Eine kleine Gesellschaft ist mir willkommener als eine böse: doch muss sie gehn und kommen zur rechten Zeit. So verträgt es sich mit gutem Schlafe.

Sehr gefallen mir auch die Geistig-Armen: sie fördern den Schlaf. Selig sind die, sonderlich, wenn man ihnen immer Recht giebt.

Also läuft der Tag dem Tugendsamen.

Kommt nun die Nacht, so hüte ich mich wohl, den Schlaf zu rufen! Nicht will er gerufen sein, der Schlaf, der der Herr der Tugenden ist! Sondern ich denke, was ich des Tages gethan und gedacht. Wiederkäuend frage ich mich, geduldsam gleich einer Kuh: welches waren doch deine zehn Überwindungen? Und welches waren die zehn Versöhnungen und die zehn Wahrheiten und die zehn Gelächter, mit denen sich mein Herz gütlich that? Solcherlei erwägend und gewiegt von vierzig Gedanken, überfällt mich auf einmal der Schlaf, der Ungerufne, der Herr der Tugenden.

Der Schlaf klopft mir auf mein Auge: da wird es schwer.

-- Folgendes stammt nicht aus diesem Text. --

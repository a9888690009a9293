import { existsSync, readFileSync, rmSync, writeFileSync } from 'node:fs';
import { join } from 'node:path';
import process from 'node:process';
import { APPLICATION_ROLE, ensureApplicationRole, ensureDatabase } from '../../db/roles';
import { withFolderLock } from '../bootstrap/folder-lock.mjs';
import { isAlive } from '../bootstrap/process-state.mjs';
import {
  type Cluster,
  createCluster,
  findRunning,
  OWNER_ROLE,
  type RunningServer,
  signalStop,
  startCluster,
  stopCluster,
  urlOf,
} from './cluster';
import { dataHome } from './data-home';
import { isPortFree } from './free-port';
import { requirePrograms } from './programs';
import { keptPassword } from './secret-file';
import { serverUser } from './system-user';

const DATABASE = 'tareline';

/** A database that is ready for connections. */
export interface ReadyDatabase {
  /** For migrations. */
  readonly ownerUrl: string;
  /** For server and workers. */
  readonly url: string;
  /** Where secrets of this installation are kept, for the present user's eyes only. */
  readonly home: string;
  /** Ends what was started for this process; without effect where the server is somebody else's. */
  stop(): Promise<void>;
  /** The same, without waiting. */
  abandon(): void;
}

interface Files {
  readonly home: string;
  readonly data: string;
  readonly ownerPassword: string;
  readonly applicationPassword: string;
  readonly port: string;
  readonly keeper: string;
}

function filesIn(home: string): Files {
  return {
    home,
    data: join(home, 'postgres'),
    ownerPassword: join(home, 'owner-password'),
    applicationPassword: join(home, 'application-password'),
    port: join(home, 'port'),
    keeper: join(home, 'keeper'),
  };
}

function readNumber(file: string): number | undefined {
  return existsSync(file) ? Number(readFileSync(file, 'utf8')) : undefined;
}

/** The major version that made the data, undefined where there are none yet. */
function madeBy(data: string): number | undefined {
  return readNumber(join(data, 'PG_VERSION'));
}

function locate(root: string): { files: Files; cluster: Cluster } {
  // As root the packages must be there before the user that they make.
  let programs = requirePrograms();
  const user = serverUser();
  const files = filesIn(dataHome(root, user));
  const major = madeBy(files.data);
  if (major !== undefined && major !== programs.major) programs = requirePrograms(major);
  return { files, cluster: { data: files.data, programs, user } };
}

async function rememberedPort(file: string): Promise<number | undefined> {
  const port = readNumber(file);
  return port !== undefined && (await isPortFree(port)) ? port : undefined;
}

/**
 * Whether this process is the one that stops the server in the end: it is, unless a living process is already.
 * So a server that outlived the process which started it is taken over.
 */
function becomeKeeper(file: string): boolean {
  const keeper = readNumber(file);
  if (keeper !== undefined && keeper !== process.pid && isAlive(keeper)) return false;
  writeFileSync(file, String(process.pid));
  return true;
}

/**
 * The private database of a checkout, made, started and given its roles as far as that is still to be done.
 *
 * @param root of the checkout
 * @throws SetupFailure that says what to do
 */
export async function openPrivateDatabase(root: string): Promise<ReadyDatabase> {
  const { files, cluster } = locate(root);
  return withFolderLock(join(files.home, 'lock'), 'preparing the database', async () => {
    const ownerPassword = keptPassword(files.ownerPassword);
    const applicationPassword = keptPassword(files.applicationPassword);
    if (madeBy(files.data) === undefined) {
      await createCluster(cluster, { ownerPassword, settings: [] });
    }
    const server = findRunning(cluster) ?? (await startCluster(cluster, await rememberedPort(files.port)));
    writeFileSync(files.port, String(server.port));
    const keeps = becomeKeeper(files.keeper);
    await ensureDatabase(urlOf(server.port, OWNER_ROLE, ownerPassword, 'postgres'), DATABASE);
    const ownerUrl = urlOf(server.port, OWNER_ROLE, ownerPassword, DATABASE);
    await ensureApplicationRole(ownerUrl, applicationPassword);
    return {
      ownerUrl,
      url: urlOf(server.port, APPLICATION_ROLE, applicationPassword, DATABASE),
      home: files.home,
      ...endings(cluster, server, files, keeps),
    };
  });
}

function endings(cluster: Cluster, server: RunningServer, files: Files, keeps: boolean) {
  return {
    stop: async () => {
      if (!keeps) return;
      await stopCluster(cluster);
      rmSync(files.keeper, { force: true });
    },
    abandon: () => {
      if (keeps) signalStop(server);
    },
  };
}

/** Stops the private database of a checkout, whoever started it. Tells whether one ran. */
export async function stopPrivateDatabase(root: string): Promise<boolean> {
  const { files, cluster } = locate(root);
  if (madeBy(files.data) === undefined || findRunning(cluster) === undefined) return false;
  await stopCluster(cluster);
  rmSync(files.keeper, { force: true });
  return true;
}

Der Schlaf berührt mir den Mund: da bleibt er offen.

Wahrlich, auf weichen Sohlen kommt er mir, der liebste der Diebe, und stiehlt mir meine Gedanken: dumm stehe ich da wie dieser Lehrstuhl. Aber nicht lange mehr stehe ich dann: da liege ich schon. (Also sprach Zarathustra: Von den Lehrstühlen der Tugend)

da liege ich schon…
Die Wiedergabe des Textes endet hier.